Niemand hat den Kopf verloren



Heute verbrachte ich den ganzen Abend auf der Frau Hedi, was außerhalb Hamburgs wahrscheinlich anzüglicher klingt als innerhalb, denn die Frau Hedi ist – wie Stammleser wissen – eine hochanständige Barkasse.

Sie tuckerte heute Abend drei Stunden lang kreuz und quer durch den Hafen, und nicht nur ich war an Bord, sondern auch zwei Bands, die sogenannte Showcases spielen sollten. Das sind Konzerte speziell für Journalisten, damit sie warm werden mit den Künstlern und vielleicht geneigter sind, ein Interview zu führen.

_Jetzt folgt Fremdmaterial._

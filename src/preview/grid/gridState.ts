/** What the grid's parts share: the sheet shown, the selection, and the cell being edited. */
import type { CellPos, Selection } from "./selection";

export interface GridState {
  sheet: string;
  sel: Selection;
  editor?: { input: HTMLInputElement; pos: CellPos };
}

export interface GridEvents {
  /** The selection or the sheet changed. */
  selectionChanged(): void;
  /** A cell is being edited; `text` is what is typed so far (for the formula bar). */
  editing(text: string): void;
  /** An edit was refused (the message says why). */
  editRefused(message: string): void;
}
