/**
 * The workbook grid: one sheet as a table of cells with a roving focus, mouse and keyboard
 * selection, and an in-cell editor. Drawing is in gridTable, input in gridInput, editing in
 * cellEditor; this class holds them together and is what the page uses.
 */
import { DecorStore } from "../workbook/cellDecor";
import type { CellRect, PreviewWorkbook } from "../workbook/previewWorkbook";
import { el } from "../../taskpane/panel/dom";
import { CellEditor } from "./cellEditor";
import { listenToGridInput } from "./gridInput";
import type { GridEvents, GridState } from "./gridState";
import { GridTable, SPARE_COLS, SPARE_ROWS } from "./gridTable";
import { rectOf, single, type Selection } from "./selection";

export type { GridEvents } from "./gridState";

export class GridView {
  readonly element: HTMLElement;
  private readonly state: GridState = { sheet: "", sel: single({ row: 0, col: 0 }) };
  private readonly selections = new Map<string, Selection>();
  private readonly table: GridTable;
  private readonly editor: CellEditor;

  constructor(
    private readonly workbook: PreviewWorkbook,
    private readonly events: GridEvents,
    decor: DecorStore = new DecorStore(),
    id = "sheet-grid",
  ) {
    this.table = new GridTable(workbook, decor, this.state, id);
    this.element = el("div", { class: "grid-scroll" }, this.table.element);
    this.editor = new CellEditor(workbook, this.state, this.table, events, (next) => this.setSelection(next));
    listenToGridInput({ workbook, state: this.state, table: this.table, editor: this.editor, events, setSelection: (next) => this.setSelection(next) });
  }

  get sheet(): string {
    return this.state.sheet;
  }

  get selection(): Selection {
    return this.state.sel;
  }

  selectedRect(): CellRect {
    return rectOf(this.state.sel);
  }

  /** Column widths in pixels for one sheet (column index -> width). */
  setColumnWidths(sheet: string, widths: Record<number, number>): void {
    this.table.setColumnWidths(sheet, widths);
  }

  showSheet(name: string): void {
    if (this.state.sheet) this.selections.set(this.state.sheet, this.state.sel);
    this.cancelEdit();
    this.state.sheet = name;
    this.state.sel = this.selections.get(name) ?? single({ row: 0, col: 0 });
    this.table.element.setAttribute("aria-label", `Sheet ${name}`);
    this.table.build();
    this.element.scrollTo({ top: 0, left: 0 });
    this.revealActive();
    this.events.selectionChanged();
  }

  /** Selects a range (growing the shown area if needed) and moves the focus to its first cell. */
  select(rect: CellRect, focus = true): void {
    this.state.sel = { anchor: { row: rect.top, col: rect.left }, active: { row: rect.top, col: rect.left } };
    if (rect.bottom !== rect.top || rect.right !== rect.left) {
      this.state.sel = { anchor: { row: rect.bottom, col: rect.right }, active: { row: rect.top, col: rect.left } };
    }
    if (rect.bottom >= this.table.rows || rect.right >= this.table.cols) this.table.build(rect.bottom + 1, rect.right + 1);
    this.table.paintSelection();
    if (focus) this.focusActive();
    else this.revealActive();
    this.events.selectionChanged();
  }

  /** Re-reads every shown cell (after edits or writes); grows the table when the sheet grew. */
  refresh(): void {
    if (!this.workbook.sheetNames().includes(this.state.sheet)) return;
    const size = this.workbook.size(this.state.sheet);
    if (size.rows + SPARE_ROWS > this.table.rows || size.cols + SPARE_COLS > this.table.cols) {
      this.table.build();
      return;
    }
    this.table.paintAll();
    // repainting resets every cell's styling, the selection's included
    this.table.paintSelection();
  }

  focusActive(): void {
    this.table.focusActive();
  }

  /** Scrolls the active cell into view without moving the focus. */
  revealActive(): void {
    this.table.revealActive();
  }

  /** Opens the in-cell editor: with `initial` it replaces the contents, otherwise it edits them. */
  startEdit(initial?: string): void {
    this.editor.start(initial);
  }

  /** Writes `text` into the active cell and moves by (dRow, dCol). */
  commitEdit(text: string, dRow: number, dCol: number, focus = true): void {
    this.editor.commit(text, dRow, dCol, focus);
  }

  cancelEdit(): void {
    this.editor.cancel();
  }

  /** Selects, growing the table near its edge, and moves the focus to the active cell. */
  private setSelection(next: Selection): void {
    this.state.sel = next;
    if (next.active.row >= this.table.rows - 2 || next.active.col >= this.table.cols - 1) {
      this.table.build(next.active.row + SPARE_ROWS, next.active.col + SPARE_COLS);
    }
    this.table.paintSelection();
    this.focusActive();
    this.events.selectionChanged();
  }
}
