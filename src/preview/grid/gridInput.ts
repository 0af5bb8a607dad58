/**
 * Mouse and keyboard on the grid: click, shift-click and drag select; a column header selects
 * its used part, and shift-click on another header stretches that to every column between;
 * keys move, stretch, clear, undo and redo or start an edit (see gridKeys for the mapping).
 */
import type { PreviewWorkbook } from "../workbook/previewWorkbook";
import type { CellEditor } from "./cellEditor";
import { gridAction } from "./gridKeys";
import type { GridEvents, GridState } from "./gridState";
import type { GridTable } from "./gridTable";
import { moved, rectOf, single, type Selection } from "./selection";

export interface GridInputParts {
  workbook: PreviewWorkbook;
  state: GridState;
  table: GridTable;
  editor: CellEditor;
  events: GridEvents;
  /** Selects, grows the table when needed, focuses the active cell and tells the page. */
  setSelection(next: Selection): void;
}

export function listenToGridInput(parts: GridInputParts): void {
  const { table, editor } = parts;
  let dragging = false;
  table.element.addEventListener("keydown", (e) => onKey(parts, e));
  table.element.addEventListener("mousedown", (e) => onMouseDown(parts, e, () => (dragging = true)));
  table.element.addEventListener("mouseover", (e) => {
    if (dragging) onDragOver(parts, e);
  });
  table.element.addEventListener("dblclick", (e) => {
    if (table.posOf(e.target)) editor.start();
  });
  window.addEventListener("mouseup", () => (dragging = false));
}

function onMouseDown(parts: GridInputParts, e: MouseEvent, startDrag: () => void): void {
  const { table, editor, state } = parts;
  if (e.button !== 0) return;
  const head = (e.target as HTMLElement).closest("th.col-head") as HTMLElement | null;
  if (head) {
    e.preventDefault();
    editor.commitOpen();
    selectColumn(parts, Number(head.dataset.col), e.shiftKey);
    return;
  }
  const pos = table.posOf(e.target);
  if (!pos) return;
  if (editor.owns(e.target)) return;
  editor.commitOpen();
  e.preventDefault();
  startDrag();
  parts.setSelection(e.shiftKey ? { anchor: state.sel.anchor, active: pos } : single(pos));
}

function onDragOver(parts: GridInputParts, e: MouseEvent): void {
  const { sel } = parts.state;
  const pos = parts.table.posOf(e.target);
  if (pos && (pos.row !== sel.active.row || pos.col !== sel.active.col)) {
    parts.setSelection({ anchor: sel.anchor, active: pos });
  }
}

function onKey(parts: GridInputParts, e: KeyboardEvent): void {
  const { editor, state, table } = parts;
  if (editor.isOpen) return; // the editor handles its own keys
  const action = gridAction(e);
  switch (action.type) {
    case "move":
      e.preventDefault();
      parts.setSelection(moved(state.sel, action.dRow, action.dCol, action.extend, table.rows + 1000, table.cols + 100));
      break;
    case "edit":
      e.preventDefault();
      editor.start(action.initial);
      break;
    case "clear":
      e.preventDefault();
      clearSelection(parts);
      break;
    case "select-column":
      e.preventDefault();
      selectColumn(parts, state.sel.active.col);
      break;
    case "undo":
    case "redo":
      e.preventDefault();
      if (!(action.type === "undo" ? parts.workbook.undo() : parts.workbook.redo())) parts.events.editRefused(action.type === "undo" ? "Nothing to undo." : "Nothing to redo.");
      break;
  }
}

/**
 * The used part of a column: from row 1 to the sheet's last used row. With `extend` (shift-click
 * on a header) it reaches from the column the selection started in to this one: B then F is B1:F85.
 */
function selectColumn(parts: GridInputParts, col: number, extend = false): void {
  const last = Math.max(0, parts.workbook.size(parts.state.sheet).rows - 1);
  const from = extend ? parts.state.sel.anchor.col : col;
  parts.setSelection({ anchor: { row: last, col: from }, active: { row: 0, col } });
}

function clearSelection(parts: GridInputParts): void {
  // One step: Ctrl+Z brings the whole selection back.
  parts.workbook.step(() => clearCells(parts));
}

function clearCells(parts: GridInputParts): void {
  const { workbook, state, events } = parts;
  const r = rectOf(state.sel);
  for (let row = r.top; row <= r.bottom; row++) {
    for (let col = r.left; col <= r.right; col++) {
      const view = workbook.cell(state.sheet, row, col);
      if (view.spill === "part") continue; // cleared with its formula cell
      const result = workbook.setInput(state.sheet, row, col, "", false);
      if (!result.ok) events.editRefused(result.message);
    }
  }
  workbook.respillCleared(state.sheet);
}
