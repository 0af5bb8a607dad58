/**
 * Drawing the shown sheet as a table: headers, cell values with their styles and titles, and the
 * selection. Spilled arrays and errors are styled; an error's message is the cell's title.
 */
import { a1, columnLetters } from "../workbook/addresses";
import { DecorStore, formatNumber, type CellDecor } from "../workbook/cellDecor";
import type { CellView, PreviewWorkbook } from "../workbook/previewWorkbook";
import { el } from "../../taskpane/panel/dom";
import type { GridState } from "./gridState";
import { contains, rectOf, type CellPos } from "./selection";

/** Extra empty rows and columns shown past the used area, so there is room to type. */
export const SPARE_ROWS = 12;
export const SPARE_COLS = 3;
const MIN_ROWS = 40;
const MIN_COLS = 12;
const DEFAULT_WIDTH = 92;
const ROW_HEAD_WIDTH = 44;

export class GridTable {
  readonly element: HTMLTableElement;
  private cells: HTMLTableCellElement[][] = [];
  private shownRows = 0;
  private shownCols = 0;
  private readonly widths = new Map<string, Record<number, number>>();

  constructor(
    private readonly workbook: PreviewWorkbook,
    private readonly decor: DecorStore,
    private readonly state: GridState,
    id: string,
  ) {
    this.element = el("table", { class: "grid", role: "grid", id, "aria-multiselectable": "true" });
  }

  /** Rows and columns shown (the used area plus room to type). */
  get rows(): number {
    return this.shownRows;
  }

  get cols(): number {
    return this.shownCols;
  }

  /** Column widths in pixels for one sheet (column index -> width). */
  setColumnWidths(sheet: string, widths: Record<number, number>): void {
    this.widths.set(sheet, { ...(this.widths.get(sheet) ?? {}), ...widths });
    if (sheet === this.state.sheet) this.build();
  }

  /** Redraws the whole table, at least minRows x minCols and always holding the active cell. */
  build(minRows = 0, minCols = 0): void {
    const { sheet, sel } = this.state;
    const size = this.workbook.size(sheet);
    const hadFocus = this.element.contains(document.activeElement);
    this.shownRows = Math.max(MIN_ROWS, size.rows + SPARE_ROWS, minRows, sel.active.row + 1);
    this.shownCols = Math.max(MIN_COLS, size.cols + SPARE_COLS, minCols, sel.active.col + 1);
    const widths = this.widths.get(sheet) ?? {};
    const colgroup = el("colgroup", {}, el("col", { style: `width:${ROW_HEAD_WIDTH}px` }));
    let tableWidth = ROW_HEAD_WIDTH;
    const headRow = el("tr", {}, el("th", { class: "corner" }, el("span", { class: "visually-hidden", text: "Row" })));
    for (let c = 0; c < this.cols; c++) {
      const w = widths[c] ?? DEFAULT_WIDTH;
      tableWidth += w;
      colgroup.append(el("col", { style: `width:${w}px` }));
      const th = el("th", { scope: "col", class: "col-head", text: columnLetters(c) });
      th.dataset.col = String(c);
      th.title = `Select the used part of column ${columnLetters(c)}`;
      headRow.append(th);
    }
    const body = el("tbody");
    this.cells = [];
    for (let r = 0; r < this.rows; r++) {
      const tr = el("tr", {}, el("th", { scope: "row", class: "row-head", text: String(r + 1) }));
      const line: HTMLTableCellElement[] = [];
      for (let c = 0; c < this.cols; c++) {
        // No role or tabindex per cell: a td in a role="grid" table is a grid cell already, and only
        // the active cell is focusable (roving focus). This keeps thousands of cells light.
        const td = el("td");
        td.dataset.cell = a1(r, c);
        tr.append(td);
        line.push(td);
      }
      this.cells.push(line);
      body.append(tr);
    }
    this.element.replaceChildren(colgroup, el("thead", {}, headRow), body);
    this.element.style.width = `${tableWidth}px`;
    this.element.setAttribute("aria-rowcount", String(this.rows + 1));
    this.element.setAttribute("aria-colcount", String(this.cols + 1));
    this.paintAll();
    this.paintSelection();
    if (hadFocus) this.focusActive();
  }

  /** Re-reads every shown cell from the workbook. */
  paintAll(): void {
    for (let r = 0; r < this.rows; r++) for (let c = 0; c < this.cols; c++) this.paintCell(r, c);
  }

  /** One cell's text, classes and title; the cell being edited is left alone. */
  paintCell(r: number, c: number): void {
    const td = this.cells[r][c];
    const { sheet, editor } = this.state;
    if (editor && editor.pos.row === r && editor.pos.col === c) return;
    const view = this.workbook.cell(sheet, r, c);
    const right = c + 1 < this.cols ? this.workbook.cell(sheet, r, c + 1) : undefined;
    const decor = this.decor.get(sheet, r, c);
    const flag = view.kind === "number" || view.kind === "text" ? this.decor.flagged(sheet, r, c, view.value as number | string) : undefined;
    const text = view.kind === "number" && decor?.format ? formatNumber(view.value as number, decor.format) : view.text;
    td.className = cellClasses(view, right, decor, flag !== undefined);
    if (td.classList.contains("overflow")) {
      // Long text runs on over the empty cells to its right, and stops at the next cell in use.
      td.replaceChildren(el("span", { class: "overflow-text", style: `max-width:${this.overflowWidth(r, c)}px`, text }));
    } else td.textContent = text;
    if (view.kind === "number") td.dataset.value = String(view.value);
    else delete td.dataset.value;
    td.dataset.kind = view.kind;
    const title = [cellTitle(view), decor?.note, flag].filter(Boolean).join("\n");
    if (title) td.title = title;
    else td.removeAttribute("title");
  }

  /** Marks the selected cells, and makes the active one the only focusable cell. */
  paintSelection(): void {
    const { sel } = this.state;
    const rect = rectOf(sel);
    for (let r = 0; r < this.rows; r++) {
      for (let c = 0; c < this.cols; c++) {
        const td = this.cells[r][c];
        const inside = contains(rect, r, c);
        const active = r === sel.active.row && c === sel.active.col;
        if (inside) td.setAttribute("aria-selected", "true");
        else td.removeAttribute("aria-selected");
        td.classList.toggle("in-selection", inside);
        td.classList.toggle("active", active);
        if (active) td.tabIndex = 0;
        else td.removeAttribute("tabindex");
      }
    }
  }

  focusActive(): void {
    this.cellAt(this.state.sel.active)?.focus();
  }

  /** Scrolls the active cell into view without moving the focus. */
  revealActive(): void {
    this.cellAt(this.state.sel.active)?.scrollIntoView({ block: "nearest", inline: "nearest" });
  }

  cellAt(pos: CellPos): HTMLTableCellElement | undefined {
    return this.cells[pos.row]?.[pos.col];
  }

  /** The cell an event happened on, if any. */
  posOf(target: EventTarget | null): CellPos | undefined {
    const td = (target as HTMLElement | null)?.closest?.("td[data-cell]") as HTMLTableCellElement | null;
    if (!td) return undefined;
    const tr = td.parentElement as HTMLTableRowElement;
    return { row: tr.sectionRowIndex, col: td.cellIndex - 1 };
  }

  private columnWidth(c: number): number {
    return this.widths.get(this.state.sheet)?.[c] ?? DEFAULT_WIDTH;
  }

  /** Pixels from a cell's left edge to the next cell in use on its row (at most 30 columns on). */
  private overflowWidth(r: number, c: number): number {
    let width = this.columnWidth(c) - 8;
    for (let k = c + 1; k < Math.min(this.cols, c + 30); k++) {
      if (this.workbook.cell(this.state.sheet, r, k).kind !== "empty") break;
      width += this.columnWidth(k);
    }
    return width;
  }
}

function cellClasses(view: CellView, right: CellView | undefined, decor: CellDecor | undefined, flagged: boolean): string {
  const classes = [`k-${view.kind}`];
  if (decor?.role) classes.push(`role-${decor.role}`);
  if (decor?.note) classes.push("has-note");
  if (flagged) classes.push("flagged");
  if (view.spill === "anchor") classes.push("spill-anchor");
  if (view.spill === "part") classes.push("spill-part");
  if (view.hasFormula) classes.push("has-formula");
  if (view.kind === "text" && right && right.kind === "empty") classes.push("overflow");
  return classes.join(" ");
}

function cellTitle(view: CellView): string | undefined {
  if (view.error) return `${view.error.code} ${view.error.message}`;
  if (view.spill === "part" && view.spillRange) return `Spilled result (${view.spillRange})`;
  if (view.spill === "anchor" && view.spillRange) return `Formula with a spilled result (${view.spillRange})`;
  if (view.kind === "text" && view.text.length > 12) return view.text; // may be cut off in a narrow column
  return undefined;
}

Die Konkurrenz um die raren Artikelplätze ist schließlich groß.

Einer der Künstler war Stefan Dettl, der bayerische Frontmann von La Brass Banda, der vehement eine Solokarriere anstrebt. Wie so vielen vor ihm war ihm aber die Spezifik eines Showcases nicht ganz klar. Ich zum Beispiel gehöre zu jenen spezifisch gestrickten Menschen, die sich von Aufforderungen, mitzuklatschen oder gar zu -singen, gänzlich unbeeindruckt zeigen. Sie sind mir sogar zuwider.

 
Schließlich bin ich nicht automatisch Fan, sondern im Dienst, warum also sollte ich Euphorie heucheln? Er tat jedenfalls alles, der Dettl, und das ist wirklich viel, doch die Journaille inklusive mir verließ nie das Terrain der höflichen Akklamation, und das war auch gut so.

In der Kloschlange bekam ich Kontakt zu einer Frau, die sich als frühere Produktmanagerin der Toten Hosen herausstellte. Eine gute Gelegenheit, um ihr Vorhaltungen zu machen. Sie konnte sich ja nicht wehren, wir standen in der Kloschlange.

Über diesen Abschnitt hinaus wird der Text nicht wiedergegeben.